● WHAT TO PRODUCE: Write down, unchanged, the entries from the first line through the line holding "stored value counts". Include no other line.
_ _ _ _
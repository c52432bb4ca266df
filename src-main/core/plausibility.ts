// Bounds past anything a hobby part has. One table, used by the engine (an implausible
// stored value counts as missing) and by the service's schemas (it is refused at the edge),
// so the command line, imports and forms agree. The bounds catch typing slips and unit mix-ups
// (ohm typed for milliohm, a percentage for a fraction); they are not engineering limits.

export interface PlausibleRange {
  /** The field's label, in the user's words. */
  readonly label: string;
  readonly unit: string;
  /** Lowest plausible value; `above` makes it exclusive. */
  readonly min?: number;
  readonly above?: number;
  readonly max: number;
  /** Why, said after the range. */
  readonly why: string;
}

export const PLAUSIBLE = {
  'motor.kv': { label: 'Kv', unit: 'rpm/V', min: 10, max: 100_000, why: 'hobby motors lie in this range' },
  'motor.resistanceOhm': { label: 'Winding resistance', unit: 'Ω', above: 0, max: 10, why: 'hobby motors measure well under 10 Ω; milliohms must be entered as ohms (0.012, not 12)' },
  'battery.cellResistanceOhm': { label: 'Cell resistance', unit: 'Ω', above: 0, max: 1, why: 'a measured cell is never exactly 0 Ω; leave it empty where it was never measured (milliohms as ohms: 0.003, not 3)' },
  'gearing.drivetrainEfficiency': { label: 'Drivetrain efficiency', unit: '', min: 0.3, max: 1, why: 'a fraction: 0.9 for 90 %; below 0.3 is no working drivetrain' },
  'vehicle.drivenWeightShare': { label: 'Weight on driven wheels', unit: '', above: 0, max: 1, why: 'a fraction of the vehicle weight: 1 for 4WD, about 0.6 to 0.7 for 2WD' },
  'propeller.maxRpm': { label: 'Propeller rpm limit', unit: 'rpm', min: 1000, max: 500_000, why: 'the maker\u2019s limit for this diameter' },
  'build.runLengthS': { label: 'Run length', unit: 's', min: 0.5, max: 600, why: 'seconds of full throttle from standstill' },
} as const satisfies Record<string, PlausibleRange>;

export type PlausibleField = keyof typeof PLAUSIBLE;

/** True where the value lies inside the field's plausible range. */
export function isPlausible(field: PlausibleField, x: number): boolean {
  const r: PlausibleRange = PLAUSIBLE[field];
  if (!Number.isFinite(x) || x > r.max) return false;
  if (r.above !== undefined && !(x > r.above)) return false;
  if (r.min !== undefined && x < r.min) return false;
  return true;
}

/** "Kv must be from 10 to 100000 rpm/V (hobby motors lie in this range)". */
export function plausibleMessage(field: PlausibleField): string {
  const r: PlausibleRange = PLAUSIBLE[field];
  const unit = r.unit ? ` ${r.unit}` : '';
  const range = r.above !== undefined ? `above ${r.above}${unit} and at most ${r.max}${unit}` : `from ${r.min ?? 0} to ${r.max}${unit}`;
  return `${r.label} must be ${range} (${r.why})`;
}
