import { motorCurve, type MotorCurve } from '$core/motor-curve';
import type { Controller, Figures, Motor } from '$core/domain';

export interface OperatingMark {
  label: string;
  rpm: number;
  currentA: number;
}

export interface MotorChartData {
  voltageV: number;
  curve: MotorCurve;
  marks: OperatingMark[];
}

/** Linear interpolation of the rpm where the curve's current falls to a value (current drops as speed rises). */
export function rpmAtCurrent(curve: MotorCurve, currentA: number): number | null {
  const { rpm, currentA: amps } = curve;
  for (let k = 1; k < rpm.length; k++) {
    const a0 = amps[k - 1]!;
    const a1 = amps[k]!;
    if ((a0 - currentA) * (a1 - currentA) <= 0 && a0 !== a1) {
      const t = (a0 - currentA) / (a0 - a1);
      return rpm[k - 1]! + t * (rpm[k]! - rpm[k - 1]!);
    }
  }
  return null;
}

/**
 * One motor's curves at the supply's full-charge voltage (where the checks take currents), with
 * the loop resistance the model uses: winding, controller and this motor's share of the pack.
 * Null where the motor lacks Kv, resistance or no-load current.
 */
export function motorChartData(motor: Motor | null, controller: Controller | null, figures: Figures, motorCount: number, ground = true): MotorChartData | null {
  const voltageV = figures.packVoltageFullV;
  if (!motor || motor.resistanceOhm === null || motor.noLoadCurrentA === null || voltageV === null) return null;
  const packR = typeof figures.packResistanceOhm === 'number' ? figures.packResistanceOhm : 0;
  const curve = motorCurve({
    kv: motor.kv,
    resistanceOhm: motor.resistanceOhm,
    noLoadCurrentA: motor.noLoadCurrentA,
    voltageV,
    extraResistanceOhm: (controller?.resistanceOhm ?? 0) + Math.max(1, motorCount) * packR,
    points: 60,
  });
  if (curve.rpm.length === 0) return null;
  const marks: OperatingMark[] = [];
  // The chart is drawn at full charge, so its marks sit at the full-charge operating point.
  const loadedRpm = figures.loadedRpmFull ?? figures.loadedRpm;
  const contA = figures.motorContinuousCurrentA;
  const peakA = figures.motorPeakCurrentA;
  if (typeof peakA === 'number') {
    const at = rpmAtCurrent(curve, peakA);
    if (at !== null) marks.push({ label: 'Peak', rpm: at, currentA: peakA });
  }
  if (typeof loadedRpm === 'number' && typeof contA === 'number' && !(typeof peakA === 'number' && Math.abs(peakA - contA) < 1e-9)) {
    marks.push({ label: 'Loaded top speed', rpm: loadedRpm, currentA: contA });
  } else if (typeof loadedRpm === 'number' && typeof contA === 'number') {
    // One point is both: a propeller's static point, or a car whose top-speed draw exceeds its launch draw.
    marks.length = 0;
    marks.push({ label: ground ? 'Peak, at loaded top speed' : 'Full throttle, static (peak and continuous)', rpm: loadedRpm, currentA: contA });
  }
  return { voltageV, curve, marks };
}
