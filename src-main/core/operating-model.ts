// Full-throttle operating points of one build on one supply, at full charge (when currents
// are highest, the safe side for every current rule). Cars and trucks go through gearing and
// road load; boats, multirotors and planes through a propeller in water or air.

import { AIR_DENSITY, FRESH_WATER_DENSITY } from './constants';
import type { BuildInputs } from './build-inputs';
import { launchCurrent, loadedTopSpeed } from './ground-load';
import { known, lacking, missingOf, type Known } from './known';
import { motorParams } from './motor';
import { staticPropPoint } from './propeller';
import type { SupplyModel } from './supply';
import { mpsToKmh, radPerSToRpm } from './units';

export interface Operation {
  /** Per motor. */
  peakMotorA: Known;
  /** Per motor. */
  continuousMotorA: Known;
  loadedTopSpeedKmh: Known;
  /** Motor rpm at the loaded top speed on nominal voltage, beside the speed quoted to a driver. */
  loadedRpm: Known;
  /** Motor rpm at the full-charge operating point, where the currents are judged (and charted). */
  loadedRpmFull: Known;
  /** All motors together. */
  thrustN: Known;
  tipSpeedMps: Known;
}

/** Names a figure the vehicle's kind does not have (thrust of a car, top speed of a plane). */
export const NOT_APPLICABLE = 'figure.notApplicable';

const isGround = (kind: string): boolean => kind === 'car' || kind === 'truck';

/** Everything a result lacks, so a technician can fill in all of it at once. */
function lackingAll(base: readonly Known<unknown>[], extra: readonly Known<unknown>[]): Known {
  return lacking(...missingOf(...base, ...extra));
}

const anyMissing = (ks: readonly Known<unknown>[]): boolean => ks.some((k) => k.value === null);

export function operate(inp: BuildInputs, supply: Known<SupplyModel>): Operation {
  const { kind, kv, motorResistanceOhm: rm, noLoadCurrentA: i0, motorCount } = inp;
  const base: Known<unknown>[] = [kind, supply, kv, rm, i0, motorCount];
  const notApplicable = lacking(NOT_APPLICABLE);
  if (kind.value === null) {
    const none = lackingAll(base, []);
    return { peakMotorA: none, continuousMotorA: none, loadedTopSpeedKmh: none, loadedRpm: none, loadedRpmFull: none, thrustN: none, tipSpeedMps: none };
  }
  const ground = isGround(kind.value);
  const { finalDrive, tireDiameterMm, drivetrainEfficiency, massKg, tractionCoefficient, dragAreaM2, rollingCoefficient } = inp;
  const { propDiameterM, powerCoefficient, thrustCoefficient } = inp;
  const peakNeeds = ground ? [finalDrive, tireDiameterMm, drivetrainEfficiency, massKg, tractionCoefficient] : [propDiameterM, powerCoefficient];
  const contNeeds = ground ? [finalDrive, tireDiameterMm, drivetrainEfficiency, massKg, dragAreaM2, rollingCoefficient] : peakNeeds;

  if (
    supply.value === null ||
    kv.value === null ||
    rm.value === null ||
    i0.value === null ||
    motorCount.value === null ||
    (anyMissing(peakNeeds) && anyMissing(contNeeds))
  ) {
    const peak = lackingAll(base, peakNeeds);
    const cont = lackingAll(base, contNeeds);
    return {
      peakMotorA: peak,
      continuousMotorA: cont,
      loadedTopSpeedKmh: ground ? cont : notApplicable,
      loadedRpm: cont,
      loadedRpmFull: cont,
      thrustN: ground ? notApplicable : lackingAll(base, [...peakNeeds, thrustCoefficient]),
      tipSpeedMps: ground ? notApplicable : peak,
    };
  }
  const n = motorCount.value;
  // Each motor sees its own winding and controller, and the pack drop of all motors together.
  const loopR = rm.value + inp.controllerResistanceOhm + n * supply.value.modelResistanceOhm;
  const m = motorParams(kv.value, loopR, i0.value);
  const volts = supply.value.fullV;

  if (ground && finalDrive.value !== null && tireDiameterMm.value !== null && drivetrainEfficiency.value !== null) {
    const d = { motorCount: n, finalDrive: finalDrive.value, tireDiameterMm: tireDiameterMm.value, efficiency: drivetrainEfficiency.value };
    let continuousMotorA: Known;
    let loadedTopSpeedKmh: Known;
    let loadedRpm: Known;
    let loadedRpmFull: Known;
    if (massKg.value !== null && dragAreaM2.value !== null && rollingCoefficient.value !== null) {
      const road = { massKg: massKg.value, dragAreaM2: dragAreaM2.value, rollingCoefficient: rollingCoefficient.value, airDensity: AIR_DENSITY };
      // The current is judged at full charge (the worst case); the speed a driver sees is
      // quoted at nominal voltage, like the theoretical speed beside it.
      const top = loadedTopSpeed(m, volts, d, road);
      const cruising = loadedTopSpeed(m, supply.value.nominalV, d, road);
      continuousMotorA = known(top.currentA);
      loadedTopSpeedKmh = known(mpsToKmh(cruising.speedMps));
      loadedRpm = known(radPerSToRpm(cruising.omegaRadS));
      loadedRpmFull = known(radPerSToRpm(top.omegaRadS));
    } else {
      continuousMotorA = loadedTopSpeedKmh = loadedRpm = loadedRpmFull = lackingAll([], contNeeds);
    }
    let peakMotorA: Known;
    if (massKg.value !== null && tractionCoefficient.value !== null) {
      const launch = launchCurrent(m, volts, d, tractionCoefficient.value, massKg.value);
      // Drag can ask for more at top speed than the tyres allow at launch; the peak is the larger.
      peakMotorA = known(continuousMotorA.value === null ? launch : Math.max(launch, continuousMotorA.value));
    } else {
      peakMotorA = lackingAll([], peakNeeds);
    }
    return { peakMotorA, continuousMotorA, loadedTopSpeedKmh, loadedRpm, loadedRpmFull, thrustN: notApplicable, tipSpeedMps: notApplicable };
  }
  if (ground || propDiameterM.value === null || powerCoefficient.value === null) {
    // Unreachable in practice (the guard above covers it); kept so the types stay honest.
    const peak = lackingAll([], peakNeeds);
    return { peakMotorA: peak, continuousMotorA: peak, loadedTopSpeedKmh: peak, loadedRpm: peak, loadedRpmFull: peak, thrustN: notApplicable, tipSpeedMps: notApplicable };
  }
  const point = staticPropPoint(m, volts, {
    diameterM: propDiameterM.value,
    powerCoefficient: powerCoefficient.value,
    thrustCoefficient: thrustCoefficient.value,
    densityKgM3: kind.value === 'boat' ? FRESH_WATER_DENSITY : AIR_DENSITY,
  });
  // Static current is the highest a propeller asks for, so it stands for both peak and continuous.
  const staticRpm = known(radPerSToRpm(point.omegaRadS));
  return {
    peakMotorA: known(point.currentA),
    continuousMotorA: known(point.currentA),
    loadedTopSpeedKmh: notApplicable,
    loadedRpm: staticRpm,
    loadedRpmFull: staticRpm,
    thrustN: point.thrustN === null ? thrustCoefficient : known(n * point.thrustN),
    tipSpeedMps: known(point.tipSpeedMps),
  };
}
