/** A number as a message shows it: three significant figures, whole numbers from 100 up. */
export function messageNumber(n: number): string {
  // Plain arithmetic rounding: toPrecision is costly and this runs for every finding.
  const a = Math.abs(n);
  if (!Number.isFinite(n)) return String(n);
  if (a >= 100) return String(Math.round(n));
  if (a >= 10) return String(Math.round(n * 10) / 10);
  if (a >= 1) return String(Math.round(n * 100) / 100);
  return String(Number(n.toPrecision(3)));
}

/** A margin as whole percent. */
export function messagePercent(margin: number): string {
  return `${Math.round(margin * 100)} %`;
}
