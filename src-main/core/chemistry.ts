import type { Chemistry } from './domain';

export interface CellVoltages {
  readonly nominalV: number;
  readonly fullV: number;
  readonly cutoffV: number;
}

/**
 * Per-cell voltages by chemistry. LiPo, LiFePO4 and Li-ion NMC follow cell makers'
 * specification sheets (LiFePO4 nominal is printed as 3.2 or 3.3 V; the lower figure is
 * taken). LiHV and NiMH follow common practice; NiMH "full" is the usual resting peak after
 * charge, not the voltage under charge.
 */
export const CELL_VOLTAGES: Readonly<Record<Chemistry, CellVoltages>> = {
  lipo: { nominalV: 3.7, fullV: 4.2, cutoffV: 3.0 },
  lihv: { nominalV: 3.8, fullV: 4.35, cutoffV: 3.0 },
  lifepo4: { nominalV: 3.2, fullV: 3.65, cutoffV: 2.5 },
  liion: { nominalV: 3.6, fullV: 4.2, cutoffV: 2.5 },
  nimh: { nominalV: 1.2, fullV: 1.45, cutoffV: 1.0 },
};

export function cellVoltages(chemistry: Chemistry): CellVoltages | null {
  // Records from files may carry a chemistry this version does not know.
  return Object.hasOwn(CELL_VOLTAGES, chemistry) ? CELL_VOLTAGES[chemistry] : null;
}

/**
 * Volts rounded to the millivolt. Cell voltages are whole millivolts, so a pack's or a
 * supply's voltage is too; in binary floating point 3 × 4.2 is 12.600000000000001, which would
 * read as past a 12.6 V rating by noise alone. Rounding here gives the nearest double to the
 * decimal figure the user reads.
 */
export function millivoltExact(volts: number): number {
  // Past about 1.8e305 V the product overflows to Infinity; a figure that large has no
  // millivolt noise worth removing, so it is kept as it is rather than turned infinite.
  const millivolts = volts * 1000;
  return Number.isFinite(millivolts) ? Math.round(millivolts) / 1000 : volts;
}

/** Lithium chemistries can burn when abused; messages say so only for these. */
export function isLithium(chemistry: Chemistry): boolean {
  return chemistry !== 'nimh';
}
_ _ _ _
● OUTPUT:
repository c52432bb4ca266df
filename src-main/core/plausibility.ts
// Bounds past anything a hobby part has. One table, used by the engine (an implausible
// stored value counts as missing) and by the service's schemas (it is refused at the edge),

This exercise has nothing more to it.